SEN. KASSEBAUM: Well, I think that one would have to ask those questions. I'm sure even Sen. Tower must wonder, but the important thing is that this is not a lack of bipartisanship. I don't think it was just done for partisan reasons. I don't think Sen. Nunn as Chairman of the Armed Services Committee was acting out of partisanship.
MR. MacNeil: Sen. Levin, do you think the President can pull this off by talking to enough Democrats?
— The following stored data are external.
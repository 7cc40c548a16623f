import type { EntityManager } from 'typeorm';
import { UNTAGGED, tagSpots } from '../../../shared/pairing/index.ts';
import { InvalidRequest } from '../../platform/errors.ts';

/** Place in the list of spots, which runs down the unique key: everything below it is still to come. */
export interface SpotPlace {
  second: number;
  receiverId: number;
  callId: number;
  freq100Hz: number;
}

export interface SpotFilter {
  /** Milliseconds since 1970 UTC, half-open; both bounded by the station's own spots. */
  fromMs: number;
  toMs: number;
  bandMetres?: number | undefined;
  receiverId?: number | undefined;
  callId?: number | undefined;
  antennaId?: number | undefined;
  /** As shared/pairing numbers tags. */
  tag?: number | undefined;
}

export interface ScannedRow {
  heard_at: Date;
  heard_ms: number;
  receiver_id: number;
  call_id: number;
  freq_100hz: number;
  import_id: number;
  band_m: number;
  snr_db: number;
  speed_wpm: number | null;
  mode: number;
  uncertainty_s: number;
}

export interface TaggedRow extends ScannedRow {
  timeMs: number;
  tag: number;
  /** Of the dwell that holds the spot; null when there is none. */
  dwell: { antennaId: number; startMs: number; endMs: number } | null;
}

const hourMs = 3_600_000;

/** Everything before an instant: places are whole seconds, so the second that holds it comes too. */
export const placeBefore = (timeMs: number): SpotPlace => ({
  ...{ second: Math.ceil(timeMs / 1000), receiverId: 0, callId: 0, freq100Hz: 0 },
});
export const placeOf = (row: ScannedRow): SpotPlace => ({
  second: row.heard_at.getTime() / 1000,
  receiverId: row.receiver_id,
  callId: row.call_id,
  freq100Hz: row.freq_100hz,
});

export function writeCursor({ second, receiverId, callId, freq100Hz }: SpotPlace): string {
  return [second, receiverId, callId, freq100Hz].join('.');
}
export function readCursor(text: string): SpotPlace {
  const parts = /^(-?\d{1,12})\.(\d{1,10})\.(\d{1,10})\.(\d{1,10})$/.exec(text)?.slice(1).map(Number);
  if (!parts || parts.slice(1).some((part) => part > 2_147_483_647)) {
    const message = 'Pass the `next` of the page before, unchanged.';
    throw new InvalidRequest('Some fields have to change.', [{ path: 'query.after', message }]);
  }
  const [second, receiverId, callId, freq100Hz] = parts as [number, number, number, number];
  return { second, receiverId, callId, freq100Hz };
}

/**
 * The statement that reads the next spots down the unique key (station, second, receiver, call, frequency),
 * which is also the order of the list: backward through the index, month by month, without a sort, and only
 * the months of the range. Receiver and call are conditions on the index too; the band costs a look at the
 * row. Milliseconds are left to the caller: a condition on a sum makes the planner expect next to no rows, and
 * it then reads and sorts whole months. The test of the list holds the plan to all that.
 */
export function scanStatement(
  stationId: number,
  filter: SpotFilter,
  sliceFromMs: number,
  below: SpotPlace,
  limit: number,
): { sql: string; values: unknown[] } {
  const values: unknown[] = [stationId];
  const value = (one: unknown) => `$${values.push(one)}`;
  const instant = (timeMs: number) => `${value(new Date(timeMs).toISOString())}::timestamptz`;
  const second = instant(below.second * 1000);
  const conditions = [
    'station_id = $1',
    `heard_at >= ${instant(Math.floor(sliceFromMs / 1000) * 1000)}`,
    `heard_at <= ${second}`,
    `(heard_at, receiver_id, call_id, freq_100hz) < (${second}, ${value(below.receiverId)}, ${value(below.callId)}, ${value(below.freq100Hz)})`,
  ];
  if (filter.receiverId !== undefined) conditions.push(`receiver_id = ${value(filter.receiverId)}`);
  if (filter.callId !== undefined) conditions.push(`call_id = ${value(filter.callId)}`);
  if (filter.bandMetres !== undefined) conditions.push(`band_m = ${value(filter.bandMetres)}`);
  const sql = `
    SELECT heard_at, heard_ms, receiver_id, call_id, freq_100hz, import_id, band_m, snr_db, speed_wpm, mode, uncertainty_s
    FROM spot WHERE ${conditions.join('\n      AND ')}
    ORDER BY heard_at DESC, receiver_id DESC, call_id DESC, freq_100hz DESC LIMIT ${value(limit)}`;
  return { sql, values };
}

const firstSliceMs = 6 * hourMs;
const mostRowsAtOnce = 16_000;

/**
 * Up to `wanted` spots that pass the filter, newest first from `start` down, and where to go on (null: there
 * are no more).
 *
 * Antenna and tag are derived, so candidates are tagged here, by the function that tags for everything else,
 * and those that do not fit are left out. A rare band, call or tag could mean reading the whole season for
 * one page: it is read in slices of time that grow while little is found, and after `budgetMs` the page ends
 * with what there is and the place reached.
 */
export async function scanSpots(
  manager: EntityManager,
  station: { id: number; guardSeconds: number },
  filter: SpotFilter,
  start: SpotPlace,
  wanted: number,
  budgetMs: number,
): Promise<{ rows: TaggedRow[]; next: SpotPlace | null }> {
  const isDerived = filter.antennaId !== undefined || filter.tag !== undefined;
  const lowestSecond = Math.floor(filter.fromMs / 1000);
  const deadline = performance.now() + budgetMs;
  const rows: TaggedRow[] = [];
  let place = start;
  let sliceMs = firstSliceMs;
  let rowsAtOnce = isDerived ? 4 * (wanted + 1) : wanted + 1;
  let foundSome = false;
  for (;;) {
    if (isDerived && !foundSome) {
      const nearer = await skipBarren(manager, station.id, filter, place);
      if (nearer === null) return { rows, next: null };
      place = nearer;
    }
    if (place.second < lowestSecond) return { rows, next: null };
    const sliceFromMs = Math.max(lowestSecond * 1000, place.second * 1000 - sliceMs);
    const { sql, values } = scanStatement(station.id, filter, sliceFromMs, place, rowsAtOnce);
    const candidates: ScannedRow[] = await manager.query(sql, values);
    const fitting = (await tagRows(manager, station, candidates)).filter(
      (row) =>
        row.timeMs >= filter.fromMs &&
        row.timeMs < filter.toMs &&
        (filter.tag === undefined || row.tag === filter.tag) &&
        (filter.antennaId === undefined || row.dwell?.antennaId === filter.antennaId),
    );
    rows.push(...fitting);
    // One more than wanted tells that there is a next page.
    if (rows.length > wanted) return { rows: rows.slice(0, wanted), next: placeOf(rows[wanted - 1]!) };
    foundSome = fitting.length > 0;
    if (candidates.length === rowsAtOnce) {
      place = placeOf(candidates.at(-1)!);
      rowsAtOnce = Math.min(mostRowsAtOnce, rowsAtOnce * 4);
    } else {
      if (sliceFromMs <= lowestSecond * 1000) return { rows, next: null };
      place = placeBefore(sliceFromMs);
      sliceMs *= 4;
    }
    if (performance.now() > deadline) return { rows, next: place };
  }
}

/**
 * Moves down to where the switch log allows for the wanted antenna, or for spots without a dwell: an antenna
 * of last winter must not be looked for through all of this one. null: nowhere further down.
 */
async function skipBarren(
  manager: EntityManager,
  stationId: number,
  filter: SpotFilter,
  place: SpotPlace,
): Promise<SpotPlace | null> {
  const wantsUntagged = filter.tag === UNTAGGED;
  if (filter.antennaId === undefined && !wantsUntagged) return place;
  if (filter.antennaId !== undefined && wantsUntagged) return null;
  const highMs = (place.second + 1) * 1000;
  const found: { latest: Date | null }[] = await manager.query(
    wantsUntagged ? latestGap : latestOnAntenna,
    wantsUntagged
      ? [stationId, filter.receiverId ?? null, new Date(highMs)]
      : [stationId, filter.receiverId ?? null, new Date(highMs), filter.antennaId],
  );
  const latestMs = found[0]!.latest?.getTime();
  if (latestMs === undefined) return null;
  return latestMs <= place.second * 1000 ? placeBefore(latestMs) : place;
}

/** Dwells of a receiver cannot overlap: the one that started last also ended last. */
const latestOnAntenna = `
  SELECT max(least(coalesce(d.ends_at, $3), $3)) AS latest
  FROM receiver r CROSS JOIN LATERAL (
    SELECT ends_at FROM dwell
    WHERE station_id = $1 AND receiver_id = r.id AND antenna_id = $4 AND starts_at < $3::timestamptz
    ORDER BY starts_at DESC LIMIT 1) AS d
  WHERE r.station_id = $1 AND ($2::int IS NULL OR r.id = $2)`;

/** Gaps lie before each receiver's first dwell, between dwells that do not touch, and after a closed last one. */
const latestGap = `
  WITH log AS (
    SELECT receiver_id, starts_at, ends_at,
      lead(starts_at) OVER (PARTITION BY receiver_id ORDER BY starts_at) AS next_start
    FROM dwell WHERE station_id = $1 AND starts_at < $3::timestamptz
  ), gap_end AS (
    SELECT least(coalesce(next_start, $3), $3) AS at FROM log
    WHERE ends_at < least(coalesce(next_start, $3), $3) AND ($2::int IS NULL OR receiver_id = $2)
    UNION ALL
    SELECT coalesce((SELECT min(starts_at) FROM log WHERE receiver_id = r.id), $3)
    FROM receiver r WHERE r.station_id = $1 AND ($2::int IS NULL OR r.id = $2)
  )
  SELECT max(at) AS latest FROM gap_end`;

/** The rows with their tags, by the switch log as it stands. */
async function tagRows(
  manager: EntityManager,
  station: { id: number; guardSeconds: number },
  rows: readonly ScannedRow[],
): Promise<TaggedRow[]> {
  if (rows.length === 0) return [];
  const timeMs = Float64Array.from(rows, (row) => row.heard_at.getTime() + row.heard_ms);
  const dwells: { receiver_id: number; antenna_id: number; starts_at: Date; ends_at: Date | null }[] =
    await manager.query(
      `SELECT receiver_id, antenna_id, starts_at, ends_at FROM dwell
       WHERE station_id = $1 AND during && tstzrange($2, $3, '[]')`,
      [station.id, rows.at(-1)!.heard_at, new Date(rows[0]!.heard_at.getTime() + 1000)],
    );
  const columns = {
    receiver: Int32Array.from(dwells, (dwell) => dwell.receiver_id),
    antenna: Int32Array.from(dwells, (dwell) => dwell.antenna_id),
    startMs: Float64Array.from(dwells, (dwell) => dwell.starts_at.getTime()),
    endMs: Float64Array.from(dwells, (dwell) => dwell.ends_at?.getTime() ?? Infinity),
  };
  const spots = {
    timeMs,
    receiver: Int32Array.from(rows, (row) => row.receiver_id),
    uncertaintySeconds: Uint8Array.from(rows, (row) => row.uncertainty_s),
  };
  const { tag, dwell } = tagSpots(spots, columns, station.guardSeconds);
  return rows.map((row, i) => {
    const at = dwell[i]!;
    const [antennaId, startMs, endMs] = [columns.antenna[at]!, columns.startMs[at]!, columns.endMs[at]!];
    return { ...row, timeMs: timeMs[i]!, tag: tag[i]!, dwell: at < 0 ? null : { antennaId, startMs, endMs } };
  });
}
SEN. CARL LEVIN, [D] Michigan: This is going to be decided on the basis of 100 people reading that record, reading the FBI file, reaching their own conclusion and their best conscience, as the constitution tells us we must. I don't believe this is or should be decided on a partisan basis. I was frankly surprised when the Republican leader, Sen. Dole, said that all Republicans should rally to the President's side on this one. I think all Democrats and all Republicans should rally to the side of that FBI report, spend the many many hours that are necessary to read it. Reasonable people can reach different interpretations from that report, that we should reach our own individual judgment based on our individual conscience, and I don't think there should be a partisan solution or partisan result here.
MR. MacNeil: Sen. Wallop, you were on the President's side last night. Are you confident he can pull this out?
SEN. MALCOLM WALLOP, [R] Wyoming: I am and I really think he ought to be. You just heard him say that he having examined all of this evidence and seen all the reports that have come in wants John Tower to be his Secretary of Defense. Upon the performance of John Tower in office will rest the judgment of the public on George Bush, not John Tower, and I think that a President is entitled to the benefit of the doubt, but even more importantly, I would take some issue already with my friend, Sen. Levin. It's not going to take many hour to read that report. It isn't that long and it isn't that complex, and most of what is in it is not persuasive, if you want to put the balance of information on the side that each comes down. What happened last night is that people were unwilling to trust their own memory and their own judgment and that of prominent Americans who express their confidence and trust in Tower against the word of a lot of people who wouldn't even put their name behind their accusations.
MR. MacNeil: Sen. Heflin, you, I suppose, are one of the Democrats listed as those who are, as you described it, independent and might be one who could be persuaded to vote for Sen. Tower's confirmation in this. What would you have to go on in your head to convince you to vote for him?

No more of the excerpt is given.